In summary, the single-parameter estimation of reservoir permeability or pressure in case 1 and case 2 can achieve real-time and accurate interpretation. However, the double-parameter estimation of reservoir permeability and pressure in case 3 cannot be realized and the interpretation accuracy is low. The reason is that for the two-parameter estimation, the reservoir permeability and pressure are only related to the crude output according to the dynamic reservoir model. Two measurements in this model are too few to obtain enough effective information. However, it is also difficult to obtain effective information for the four measurements in the previous researches. It is not feasible to simply increase the number of measurement parameters, which are both related to pressure or flow rate. Therefore, by increasing measurement dimensions (e.g., dielectric constant or resistivity) and digging useful measurements in depth, synchronous estimation of two or even multiple parameters of reservoir characteristics may be realized.

Taking the single-parameter estimation of reservoir permeability in case 1 as an example, the UKF algorithm and EKF algorithm are compared and analyzed, as shown in Figure 13. The simulation results are shown in Table 2. The average reservoir permeability while drilling through each reservoir unit is used as the estimated value. Compared with EKF, the estimated values of UKF in units 1-5 are both closer to the true value. Moreover, it takes less time for UKF estimation error to converge to 10% than it is for EKF. Only when reservoir unit 5 is used, time of convergence to 10% is higher than that for EKF, which may be related to the randomness of model noise. The numerical results show that UKF is superior to EKF in both estimation accuracy and convergence speed, which further indicates the superiority and accuracy of this model.

5. Conclusion

(1)A novel interpretation model while underbalanced drilling based on the UKF and three-phase variable mass flow model of oil, gas, and liquid is established. The measurement parameters are simplified to bottomhole pressure and liquid outlet flow, to continuously update the permeability and reservoir pressure along the well, helping the management of the wellbore during the UBD and follow-up completion operations(2)Three cases including reservoir permeability and pressure single-parameter estimation and double-parameter estimation are simulated. The results show that the interpretation accuracy of single-parameter estimation is high and the filtered values of bottomhole pressure and outlet flow trace the measured values in real time. When a new section of the reservoir is opened, the estimated reservoir permeability or pressure can always be quickly and accurately returned to its true value. However, the double-parameter estimation cannot be realized, and the interpretation accuracy is low(3)The comparison between the UKF and the EKF is carried out.

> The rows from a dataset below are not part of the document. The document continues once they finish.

import type { Logger } from "pino";
import { nowIso, type Db, type DbOrTx } from "../db/client";
import type { Mailer } from "./mailer";

const MAX_ATTEMPTS = 8;

/** Queues a message in the same transaction as the action it tells about. */
export async function enqueueMail(db: DbOrTx, mail: { to: string; subject: string; text: string }) {
  const now = nowIso();
  await db
    .insertInto("mail_outbox")
    .values({ to_address: mail.to, subject: mail.subject, text: mail.text, next_attempt_at: now, created_at: now })
    .execute();
}

/** Sends queued mail; failures are retried with growing waits (1, 2, 4 … minutes). */
export function createOutbox(deps: { db: Db; mailer: Mailer; logger: Logger }) {
  const { db, mailer, logger } = deps;
  let timer: NodeJS.Timeout | null = null;
  let flushing: Promise<number> | null = null;

  async function sendDue(): Promise<number> {
    const due = await db
      .selectFrom("mail_outbox")
      .selectAll()
      .where("sent_at", "is", null)
      .where("attempts", "<", MAX_ATTEMPTS)
      .where("next_attempt_at", "<=", nowIso())
      .orderBy("id")
      .limit(50)
      .execute();
    let sent = 0;
    for (const mail of due) {
      try {
        await mailer.send({ to: mail.to_address, subject: mail.subject, text: mail.text });
        await db.updateTable("mail_outbox").set({ sent_at: nowIso(), attempts: mail.attempts + 1, last_error: null }).where("id", "=", mail.id).execute();
        sent++;
      } catch (err) {
        const wait = 60_000 * 2 ** mail.attempts;
        await db
          .updateTable("mail_outbox")
          .set({ attempts: mail.attempts + 1, last_error: String((err as Error).message ?? err).slice(0, 500), next_attempt_at: new Date(Date.now() + wait).toISOString() })
          .where("id", "=", mail.id)
          .execute();
        logger.warn({ err, mailId: mail.id }, "mail not sent; will retry");
      }
    }
    return sent;
  }

  return {
    /** Sends what is due now (one run at a time). */
    flush(): Promise<number> {
      flushing ??= sendDue().finally(() => (flushing = null));
      return flushing;
    },
    start(intervalMs = 5_000) {
      timer = setInterval(() => void this.flush().catch((err) => logger.error({ err }, "outbox failed")), intervalMs);
      timer.unref();
    },
    async stop() {
      if (timer) clearInterval(timer);
      await flushing;
    },
  };
}
export type Outbox = ReturnType<typeof createOutbox>;
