/** The strip's centre line and thickness as fractions of the image (the single-strip field `strip`). */
function centreLine(r: StripReading, img: RgbImage): NonNullable<AnalysisResult["strip"]> {
  const [p0, p1, p2, p3] = r.outline;
  const start = { x: round((p0[0] + p3[0]) / 2, 4), y: round((p0[1] + p3[1]) / 2, 4) };
  const end = { x: round((p1[0] + p2[0]) / 2, 4), y: round((p1[1] + p2[1]) / 2, 4) };
  const px = (a: [number, number], b: [number, number]) => Math.hypot((a[0] - b[0]) * img.width, (a[1] - b[1]) * img.height);
  const thickness = (px(p0, p3) + px(p1, p2)) / 2 / Math.max(img.width, img.height);
  return { start, end, thickness: round(thickness, 4) };
}

export function analyzePhoto(img: RgbImage, opts: AnalyzeOptions): { result: AnalysisResult; paper: PaperEstimate } {
  const m = measurePhoto(img, opts);
  if (m.strips.length === 0) throw new NoStripError("no_ink");
  const strips = m.strips.map((s, k) => readingOf(s, k, img, opts));
  const first = strips[0];
  return {
    paper: m.paper,
    result: {
      orientation: first.orientation,
      paper: reportPaper(m.paper),
      bands: first.bands,
      transitions: first.transitions,
      strip: centreLine(first, img),
      strips,
      notices: m.notices,
    },
  };
}

export function analyzePixels(img: RgbImage, opts: AnalyzeOptions): AnalysisResult {
  return analyzePhoto(img, opts).result;
}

The results show that UKF is superior to EKF in both estimation accuracy and convergence speed, which further illustrates the superiority and accuracy of the new model for interpretation while underbalanced drilling based on UKF(4)Although the presented study is promising, for addressing the problem of joint state-and-parameter estimation of a multiphase flow during drilling, further development of the methodology is needed. Future works will include how to achieve the double-parameter or even multiple-parameter estimation for reservoir characteristics and the application of the methodology to actual oilfield experiments

Data Availability

The data used to support the findings of this study are available from the corresponding author upon request.

Conflicts of Interest

The authors declare that they have no conflicts of interest.

Authors’ Contributions

Miao He conceived and designed the study and performed the modelling. Yihang Zhang wrote the manuscript. Mingbiao Xu reviewed and edited the manuscript. Jun Li performed the data analyses. Jianjian Song helped perform the analysis with constructive discussions.

Acknowledgments

The authors would like to thank the National Natural Science Foundation of China (Grant Nos. 51904034 and 51734010) for the financial support and the National Major Science and Technology Projects of China (Grant numbers 2016ZX05060 and 2017ZX05032004-004).